Your instructions:
Transcribe all of the data exactly, leaving nothing out.

Stored data entries

○ ○ ○ ○

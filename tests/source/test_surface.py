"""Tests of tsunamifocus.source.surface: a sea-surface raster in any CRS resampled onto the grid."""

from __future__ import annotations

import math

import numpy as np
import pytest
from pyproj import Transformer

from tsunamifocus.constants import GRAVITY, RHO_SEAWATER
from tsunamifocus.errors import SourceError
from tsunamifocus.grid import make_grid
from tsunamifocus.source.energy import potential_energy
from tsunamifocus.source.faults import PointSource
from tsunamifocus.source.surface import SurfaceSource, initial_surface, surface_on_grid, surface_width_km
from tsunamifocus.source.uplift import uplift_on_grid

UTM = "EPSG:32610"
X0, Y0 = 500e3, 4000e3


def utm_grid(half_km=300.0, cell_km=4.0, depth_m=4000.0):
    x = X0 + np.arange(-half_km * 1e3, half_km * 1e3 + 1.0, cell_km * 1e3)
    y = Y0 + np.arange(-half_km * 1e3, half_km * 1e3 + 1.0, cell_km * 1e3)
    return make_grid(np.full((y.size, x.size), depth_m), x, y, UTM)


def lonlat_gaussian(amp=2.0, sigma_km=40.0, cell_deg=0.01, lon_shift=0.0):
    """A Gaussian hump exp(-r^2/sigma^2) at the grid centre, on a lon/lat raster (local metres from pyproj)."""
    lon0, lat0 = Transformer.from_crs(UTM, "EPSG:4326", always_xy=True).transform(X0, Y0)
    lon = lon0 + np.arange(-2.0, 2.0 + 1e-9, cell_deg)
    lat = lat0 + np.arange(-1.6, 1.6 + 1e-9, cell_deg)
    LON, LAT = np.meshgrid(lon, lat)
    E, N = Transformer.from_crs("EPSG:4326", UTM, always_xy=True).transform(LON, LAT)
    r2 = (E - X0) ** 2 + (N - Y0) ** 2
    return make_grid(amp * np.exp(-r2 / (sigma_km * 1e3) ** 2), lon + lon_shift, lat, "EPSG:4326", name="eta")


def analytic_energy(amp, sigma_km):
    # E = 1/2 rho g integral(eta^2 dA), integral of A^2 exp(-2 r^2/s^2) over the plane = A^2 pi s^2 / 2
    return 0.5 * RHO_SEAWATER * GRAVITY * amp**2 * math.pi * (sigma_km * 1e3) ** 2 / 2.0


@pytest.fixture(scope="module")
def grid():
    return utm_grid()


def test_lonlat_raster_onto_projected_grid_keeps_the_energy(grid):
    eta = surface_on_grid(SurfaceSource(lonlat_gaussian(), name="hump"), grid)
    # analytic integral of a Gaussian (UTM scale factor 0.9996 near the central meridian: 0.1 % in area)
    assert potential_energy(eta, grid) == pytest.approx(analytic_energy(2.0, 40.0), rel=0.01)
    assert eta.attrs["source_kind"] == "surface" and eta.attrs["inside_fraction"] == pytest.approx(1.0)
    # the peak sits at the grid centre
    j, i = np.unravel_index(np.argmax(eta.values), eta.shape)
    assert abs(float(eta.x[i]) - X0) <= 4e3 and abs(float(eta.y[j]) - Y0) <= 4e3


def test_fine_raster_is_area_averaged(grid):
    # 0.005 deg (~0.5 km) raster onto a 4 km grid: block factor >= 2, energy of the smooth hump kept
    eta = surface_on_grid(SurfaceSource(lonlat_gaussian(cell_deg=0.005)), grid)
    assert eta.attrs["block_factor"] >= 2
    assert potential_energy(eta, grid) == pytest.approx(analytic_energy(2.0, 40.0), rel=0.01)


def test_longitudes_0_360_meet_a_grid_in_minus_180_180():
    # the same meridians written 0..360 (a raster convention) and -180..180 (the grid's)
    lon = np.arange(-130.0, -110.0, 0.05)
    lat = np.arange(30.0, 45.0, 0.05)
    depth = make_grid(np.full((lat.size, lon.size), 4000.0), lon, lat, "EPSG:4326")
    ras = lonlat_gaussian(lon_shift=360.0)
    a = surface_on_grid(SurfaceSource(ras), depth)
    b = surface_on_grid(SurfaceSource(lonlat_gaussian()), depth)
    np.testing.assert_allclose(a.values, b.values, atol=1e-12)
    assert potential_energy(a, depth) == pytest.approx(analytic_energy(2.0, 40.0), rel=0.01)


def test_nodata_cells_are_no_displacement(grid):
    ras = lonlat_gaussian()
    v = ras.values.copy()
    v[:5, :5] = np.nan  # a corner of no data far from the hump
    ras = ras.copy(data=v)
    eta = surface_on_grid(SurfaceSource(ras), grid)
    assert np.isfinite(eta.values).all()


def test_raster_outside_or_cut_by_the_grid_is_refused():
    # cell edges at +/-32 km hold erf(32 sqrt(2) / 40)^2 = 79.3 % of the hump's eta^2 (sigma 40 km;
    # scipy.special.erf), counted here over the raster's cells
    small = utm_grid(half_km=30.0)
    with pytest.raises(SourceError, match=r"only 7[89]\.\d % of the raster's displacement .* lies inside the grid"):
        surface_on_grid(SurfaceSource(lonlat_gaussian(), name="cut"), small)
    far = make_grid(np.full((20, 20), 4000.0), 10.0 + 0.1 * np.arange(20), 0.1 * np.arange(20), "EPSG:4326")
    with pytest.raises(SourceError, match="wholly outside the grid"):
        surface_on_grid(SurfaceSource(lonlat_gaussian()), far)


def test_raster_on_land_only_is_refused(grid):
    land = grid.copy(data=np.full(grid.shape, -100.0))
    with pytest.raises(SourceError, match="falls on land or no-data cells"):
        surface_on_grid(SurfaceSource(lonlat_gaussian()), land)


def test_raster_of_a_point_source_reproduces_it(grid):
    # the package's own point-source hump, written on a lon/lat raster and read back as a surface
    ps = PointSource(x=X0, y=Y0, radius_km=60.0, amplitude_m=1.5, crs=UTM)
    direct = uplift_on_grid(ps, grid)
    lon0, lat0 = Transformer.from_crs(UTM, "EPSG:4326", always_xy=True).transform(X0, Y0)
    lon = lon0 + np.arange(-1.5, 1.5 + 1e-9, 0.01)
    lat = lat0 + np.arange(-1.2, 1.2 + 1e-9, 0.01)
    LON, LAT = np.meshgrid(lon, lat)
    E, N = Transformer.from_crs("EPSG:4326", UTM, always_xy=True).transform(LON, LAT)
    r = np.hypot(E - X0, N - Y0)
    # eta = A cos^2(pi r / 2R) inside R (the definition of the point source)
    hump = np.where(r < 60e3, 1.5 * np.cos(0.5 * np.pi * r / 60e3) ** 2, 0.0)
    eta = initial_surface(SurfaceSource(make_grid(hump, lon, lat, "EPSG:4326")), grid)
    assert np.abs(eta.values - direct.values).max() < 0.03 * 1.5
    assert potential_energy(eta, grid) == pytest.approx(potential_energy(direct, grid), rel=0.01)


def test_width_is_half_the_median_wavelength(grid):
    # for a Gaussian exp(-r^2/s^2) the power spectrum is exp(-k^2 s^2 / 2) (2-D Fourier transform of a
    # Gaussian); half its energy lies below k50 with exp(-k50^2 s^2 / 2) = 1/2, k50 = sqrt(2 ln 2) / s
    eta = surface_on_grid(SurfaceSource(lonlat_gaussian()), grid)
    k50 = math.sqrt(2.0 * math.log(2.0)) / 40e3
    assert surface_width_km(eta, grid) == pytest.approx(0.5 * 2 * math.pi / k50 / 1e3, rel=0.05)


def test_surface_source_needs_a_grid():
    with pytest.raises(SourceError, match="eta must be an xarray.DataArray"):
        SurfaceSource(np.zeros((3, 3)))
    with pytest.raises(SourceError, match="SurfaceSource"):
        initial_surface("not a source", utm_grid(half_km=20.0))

○ ○ ○ ○

Finished exercise:
filename tests/source/test_surface.py
"""Tests of tsunamifocus.source.surface: a sea-surface raster in any CRS resampled onto the grid."""

from __future__ import annotations

import math

import numpy as np
import pytest
from pyproj import Transformer

from tsunamifocus.constants import GRAVITY, RHO_SEAWATER
from tsunamifocus.errors import SourceError
from tsunamifocus.grid import make_grid
from tsunamifocus.source.energy import potential_energy
from tsunamifocus.source.faults import PointSource
from tsunamifocus.source.surface import SurfaceSource, initial_surface, surface_on_grid, surface_width_km
from tsunamifocus.source.uplift import uplift_on_grid

UTM = "EPSG:32610"
X0, Y0 = 500e3, 4000e3


def utm_grid(half_km=300.0, cell_km=4.0, depth_m=4000.0):
    x = X0 + np.arange(-half_km * 1e3, half_km * 1e3 + 1.0, cell_km * 1e3)
    y = Y0 + np.arange(-half_km * 1e3, half_km * 1e3 + 1.0, cell_km * 1e3)
    return make_grid(np.full((y.size, x.size), depth_m), x, y, UTM)


def lonlat_gaussian(amp=2.0, sigma_km=40.0, cell_deg=0.01, lon_shift=0.0):
    """A Gaussian hump exp(-r^2/sigma^2) at the grid centre, on a lon/lat raster (local metres from pyproj)."""
    lon0, lat0 = Transformer.from_crs(UTM, "EPSG:4326", always_xy=True).transform(X0, Y0)
    lon = lon0 + np.arange(-2.0, 2.0 + 1e-9, cell_deg)
    lat = lat0 + np.arange(-1.6, 1.6 + 1e-9, cell_deg)
    LON, LAT = np.meshgrid(lon, lat)
    E, N = Transformer.from_crs("EPSG:4326", UTM, always_xy=True).transform(LON, LAT)
    r2 = (E - X0) ** 2 + (N - Y0) ** 2
    return make_grid(amp * np.exp(-r2 / (sigma_km * 1e3) ** 2), lon + lon_shift, lat, "EPSG:4326", name="eta")


def analytic_energy(amp, sigma_km):
    # E = 1/2 rho g integral(eta^2 dA), integral of A^2 exp(-2 r^2/s^2) over the plane = A^2 pi s^2 / 2
    return 0.5 * RHO_SEAWATER * GRAVITY * amp**2 * math.pi * (sigma_km * 1e3) ** 2 / 2.0


@pytest.fixture(scope="module")
def grid():
    return utm_grid()


def test_lonlat_raster_onto_projected_grid_keeps_the_energy(grid):
    eta = surface_on_grid(SurfaceSource(lonlat_gaussian(), name="hump"), grid)
    # analytic integral of a Gaussian (UTM scale factor 0.9996 near the central meridian: 0.1 % in area)
    assert potential_energy(eta, grid) == pytest.approx(analytic_energy(2.0, 40.0), rel=0.01)
    assert eta.attrs["source_kind"] == "surface" and eta.attrs["inside_fraction"] == pytest.approx(1.0)
    # the peak sits at the grid centre
    j, i = np.unravel_index(np.argmax(eta.values), eta.shape)
    assert abs(float(eta.x[i]) - X0) <= 4e3 and abs(float(eta.y[j]) - Y0) <= 4e3


def test_fine_raster_is_area_averaged(grid):
    # 0.005 deg (~0.5 km) raster onto a 4 km grid: block factor >= 2, energy of the smooth hump kept
    eta = surface_on_grid(SurfaceSource(lonlat_gaussian(cell_deg=0.005)), grid)
    assert eta.attrs["block_factor"] >= 2
    assert potential_energy(eta, grid) == pytest.approx(analytic_energy(2.0, 40.0), rel=0.01)


def test_longitudes_0_360_meet_a_grid_in_minus_180_180():
    # the same meridians written 0..360 (a raster convention) and -180..180 (the grid's)
    lon = np.arange(-130.0, -110.0, 0.05)
    lat = np.arange(30.0, 45.0, 0.05)
    depth = make_grid(np.full((lat.size, lon.size), 4000.0), lon, lat, "EPSG:4326")
    ras = lonlat_gaussian(lon_shift=360.0)
    a = surface_on_grid(SurfaceSource(ras), depth)
    b = surface_on_grid(SurfaceSource(lonlat_gaussian()), depth)
    np.testing.assert_allclose(a.values, b.values, atol=1e-12)
    assert potential_energy(a, depth) == pytest.approx(analytic_energy(2.0, 40.0), rel=0.01)


def test_nodata_cells_are_no_displacement(grid):
    ras = lonlat_gaussian()
    v = ras.values.copy()
    v[:5, :5] = np.nan  # a corner of no data far from the hump
    ras = ras.copy(data=v)
    eta = surface_on_grid(SurfaceSource(ras), grid)
    assert np.isfinite(eta.values).all()


def test_raster_outside_or_cut_by_the_grid_is_refused():
    # cell edges at +/-32 km hold erf(32 sqrt(2) / 40)^2 = 79.3 % of the hump's eta^2 (sigma 40 km;
    # scipy.special.erf), counted here over the raster's cells
    small = utm_grid(half_km=30.0)
    with pytest.raises(SourceError, match=r"only 7[89]\.\d % of the raster's displacement .* lies inside the grid"):
        surface_on_grid(SurfaceSource(lonlat_gaussian(), name="cut"), small)
    far = make_grid(np.full((20, 20), 4000.0), 10.0 + 0.1 * np.arange(20), 0.1 * np.arange(20), "EPSG:4326")
    with pytest.raises(SourceError, match="wholly outside the grid"):
        surface_on_grid(SurfaceSource(lonlat_gaussian()), far)


def test_raster_on_land_only_is_refused(grid):
    land = grid.copy(data=np.full(grid.shape, -100.0))
    with pytest.raises(SourceError, match="falls on land or no-data cells"):
        surface_on_grid(SurfaceSource(lonlat_gaussian()), land)


def test_raster_of_a_point_source_reproduces_it(grid):
    # the package's own point-source hump, written on a lon/lat raster and read back as a surface
    ps = PointSource(x=X0, y=Y0, radius_km=60.0, amplitude_m=1.5, crs=UTM)
    direct = uplift_on_grid(ps, grid)
    lon0, lat0 = Transformer.from_crs(UTM, "EPSG:4326", always_xy=True).transform(X0, Y0)
    lon = lon0 + np.arange(-1.5, 1.5 + 1e-9, 0.01)
    lat = lat0 + np.arange(-1.2, 1.2 + 1e-9, 0.01)
    LON, LAT = np.meshgrid(lon, lat)
    E, N = Transformer.from_crs("EPSG:4326", UTM, always_xy=True).transform(LON, LAT)
    r = np.hypot(E - X0, N - Y0)
    # eta = A cos^2(pi r / 2R) inside R (the definition of the point source)
    hump = np.where(r < 60e3, 1.5 * np.cos(0.5 * np.pi * r / 60e3) ** 2, 0.0)
    eta = initial_surface(SurfaceSource(make_grid(hump, lon, lat, "EPSG:4326")), grid)
    assert np.abs(eta.values - direct.values).max() < 0.03 * 1.5
    assert potential_energy(eta, grid) == pytest.approx(potential_energy(direct, grid), rel=0.01)


def test_width_is_half_the_median_wavelength(grid):
    # for a Gaussian exp(-r^2/s^2) the power spectrum is exp(-k^2 s^2 / 2) (2-D Fourier transform of a
    # Gaussian); half its energy lies below k50 with exp(-k50^2 s^2 / 2) = 1/2, k50 = sqrt(2 ln 2) / s
    eta = surface_on_grid(SurfaceSource(lonlat_gaussian()), grid)
    k50 = math.sqrt(2.0 * math.log(2.0)) / 40e3
    assert surface_width_km(eta, grid) == pytest.approx(0.5 * 2 * math.pi / k50 / 1e3, rel=0.05)


def test_surface_source_needs_a_grid():
    with pytest.raises(SourceError, match="eta must be an xarray.DataArray"):
        SurfaceSource(np.zeros((3, 3)))
    with pytest.raises(SourceError, match="SurfaceSource"):
        initial_surface("not a source", utm_grid(half_km=20.0))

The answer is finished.